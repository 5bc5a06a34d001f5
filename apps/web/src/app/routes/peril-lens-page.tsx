import { useMe } from "@/features/auth/api/get-me";
import { PerilLensRoute } from "@/features/peril/routes/peril-lens";

/** Peril profiles and portfolio baselines; the feature owns the page, the app passes who is looking. */
export default function PerilLensPage() {
  const me = useMe();
  return <PerilLensRoute viewer={{ userId: me.data?.user.id ?? null, canWrite: me.data?.permissions.includes("perils:write") ?? false }} />;
}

▶ **ABOUT THIS TASK**: Repeat, with no changes, each line from the one with "filename apps/web/src/app/routes/peril-lens-page.tsx" to the end of the listing, including both ends and nothing else.

▶ **RESULT OF THIS TASK**:
filename apps/web/src/app/routes/peril-lens-page.tsx
import { useMe } from "@/features/auth/api/get-me";
import { PerilLensRoute } from "@/features/peril/routes/peril-lens";

/** Peril profiles and portfolio baselines; the feature owns the page, the app passes who is looking. */
export default function PerilLensPage() {
  const me = useMe();
  return <PerilLensRoute viewer={{ userId: me.data?.user.id ?? null, canWrite: me.data?.permissions.includes("perils:write") ?? false }} />;
}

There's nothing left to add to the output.